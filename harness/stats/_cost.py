"""Cost of each encoder: medians per model and per-dataset ratios against a reference."""

from __future__ import annotations

import numpy as np
import pandas as pd

from harness.errors import ConfigError
from harness.stats._common import ok_rows

#: the timed parts of a fold that the cost table shows, in order: ``{column: row columns
#: summed per fold}``. ``total_s`` is the sum of their medians, so a part added here (a
#: tuning time, say) is shown and counted in the total at once.
COST_PARTS = {
    "encoder_s": ("encoder_fit_s", "encoder_transform_s"),
    "model_fit_s": ("model_fit_s",),
    "tune_s": ("tune_s",),  # a tuned cell's search (0 untuned): shown apart, counted in the total
}


# ---------------------------------------------------------------------------------- cost
def fold_seconds(df: pd.DataFrame) -> pd.Series:
    """Seconds each row's fold spent on the parts of :data:`COST_PARTS`, summed.

    What the decision rule weighs as an encoding's cost; a missing or empty ``tune_s``
    counts 0 (an untuned cell searched nothing).
    """
    total = pd.Series(0.0, index=df.index)
    for c in (c for cols in COST_PARTS.values() for c in cols if c in df.columns):
        part = df[c].astype(float)
        total = total + (part.fillna(0.0) if c == "tune_s" else part)
    return total


def _column(df: pd.DataFrame, name: str) -> pd.Series:
    return df[name].astype(float) if name in df.columns else pd.Series(np.nan, df.index)


def cost_table(results: pd.DataFrame, *, reference: str | None = None, model_column: str = "model") -> pd.DataFrame:
    """Median cost per encoder and model, and each cost relative to a reference encoder.

    Each part of :data:`COST_PARTS` is the median over all ok rows (folds, repeats,
    datasets) of its row columns' per-fold sum (``encoder_s = encoder_fit_s +
    encoder_transform_s``); ``total_s`` is the sum of the parts' medians, so the shown
    columns add up (a part without any value counts as zero; all absent gives NaN).
    ``n_features_out`` is the lower median, a count that some fold had; ``n_cells``
    counts the ok cells the medians are over. The relative columns divide by the
    reference encoder's value under the same model.

    Returns
    -------
    DataFrame
        Columns ``encoder, <model_column>``, the parts (``encoder_s, model_fit_s``),
        ``total_s, n_features_out, encoded_mb, n_cells`` and, with a reference, the cost
        columns suffixed ``_rel``.

    Raises
    ------
    ConfigError
        If ``reference`` is not an encoder of the table.
    """
    df = ok_rows(results)
    parts = {name: sum(_column(df, c) for c in cols) for name, cols in COST_PARTS.items()}
    work = pd.DataFrame(
        {
            "encoder": df["encoder"],
            model_column: df[model_column],
            **parts,
            "n_features_out": _column(df, "n_features_out"),
            "encoded_mb": _column(df, "encoded_mb"),
        }
    )
    g = work.groupby(["encoder", model_column])
    out = g[[*parts, "encoded_mb"]].median()
    out.insert(len(parts), "total_s", out[list(parts)].sum(axis=1, min_count=1))
    out.insert(len(parts) + 1, "n_features_out", g["n_features_out"].quantile(0.5, interpolation="lower"))
    out["n_cells"] = g.size()
    if reference is not None:
        if reference not in out.index.get_level_values("encoder"):
            raise ConfigError(
                f"reference encoder '{reference}' is not in the results; "
                f"allowed: {', '.join(sorted(map(str, df['encoder'].unique())))}."
            )
        ref = out.xs(reference, level="encoder")
        measures = [*parts, "total_s", "n_features_out", "encoded_mb"]
        rel = out[measures].div(ref[measures], level=model_column)
        out = out.join(rel.add_suffix("_rel"))
    out["n_features_out"] = out["n_features_out"].astype("Int64")  # a count (NA: not recorded)
    return out.reset_index()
──────────────────────────────
## Assignment:
Go through the records and set each one down again, unchanged.

## Final answer:
filename harness/stats/_cost.py
"""Cost of each encoder: medians per model and per-dataset ratios against a reference."""

from __future__ import annotations

import numpy as np
import pandas as pd

from harness.errors import ConfigError
from harness.stats._common import ok_rows

#: the timed parts of a fold that the cost table shows, in order: ``{column: row columns
#: summed per fold}``. ``total_s`` is the sum of their medians, so a part added here (a
#: tuning time, say) is shown and counted in the total at once.
COST_PARTS = {
    "encoder_s": ("encoder_fit_s", "encoder_transform_s"),
    "model_fit_s": ("model_fit_s",),
    "tune_s": ("tune_s",),  # a tuned cell's search (0 untuned): shown apart, counted in the total
}


# ---------------------------------------------------------------------------------- cost
def fold_seconds(df: pd.DataFrame) -> pd.Series:
    """Seconds each row's fold spent on the parts of :data:`COST_PARTS`, summed.

    What the decision rule weighs as an encoding's cost; a missing or empty ``tune_s``
    counts 0 (an untuned cell searched nothing).
    """
    total = pd.Series(0.0, index=df.index)
    for c in (c for cols in COST_PARTS.values() for c in cols if c in df.columns):
        part = df[c].astype(float)
        total = total + (part.fillna(0.0) if c == "tune_s" else part)
    return total


def _column(df: pd.DataFrame, name: str) -> pd.Series:
    return df[name].astype(float) if name in df.columns else pd.Series(np.nan, df.index)


def cost_table(results: pd.DataFrame, *, reference: str | None = None, model_column: str = "model") -> pd.DataFrame:
    """Median cost per encoder and model, and each cost relative to a reference encoder.

    Each part of :data:`COST_PARTS` is the median over all ok rows (folds, repeats,
    datasets) of its row columns' per-fold sum (``encoder_s = encoder_fit_s +
    encoder_transform_s``); ``total_s`` is the sum of the parts' medians, so the shown
    columns add up (a part without any value counts as zero; all absent gives NaN).
    ``n_features_out`` is the lower median, a count that some fold had; ``n_cells``
    counts the ok cells the medians are over. The relative columns divide by the
    reference encoder's value under the same model.

    Returns
    -------
    DataFrame
        Columns ``encoder, <model_column>``, the parts (``encoder_s, model_fit_s``),
        ``total_s, n_features_out, encoded_mb, n_cells`` and, with a reference, the cost
        columns suffixed ``_rel``.

    Raises
    ------
    ConfigError
        If ``reference`` is not an encoder of the table.
    """
    df = ok_rows(results)
    parts = {name: sum(_column(df, c) for c in cols) for name, cols in COST_PARTS.items()}
    work = pd.DataFrame(
        {
            "encoder": df["encoder"],
            model_column: df[model_column],
            **parts,
            "n_features_out": _column(df, "n_features_out"),
            "encoded_mb": _column(df, "encoded_mb"),
        }
    )
    g = work.groupby(["encoder", model_column])
    out = g[[*parts, "encoded_mb"]].median()
    out.insert(len(parts), "total_s", out[list(parts)].sum(axis=1, min_count=1))
    out.insert(len(parts) + 1, "n_features_out", g["n_features_out"].quantile(0.5, interpolation="lower"))
    out["n_cells"] = g.size()
    if reference is not None:
        if reference not in out.index.get_level_values("encoder"):
            raise ConfigError(
                f"reference encoder '{reference}' is not in the results; "
                f"allowed: {', '.join(sorted(map(str, df['encoder'].unique())))}."
            )
        ref = out.xs(reference, level="encoder")
        measures = [*parts, "total_s", "n_features_out", "encoded_mb"]
        rel = out[measures].div(ref[measures], level=model_column)
        out = out.join(rel.add_suffix("_rel"))
    out["n_features_out"] = out["n_features_out"].astype("Int64")  # a count (NA: not recorded)
    return out.reset_index()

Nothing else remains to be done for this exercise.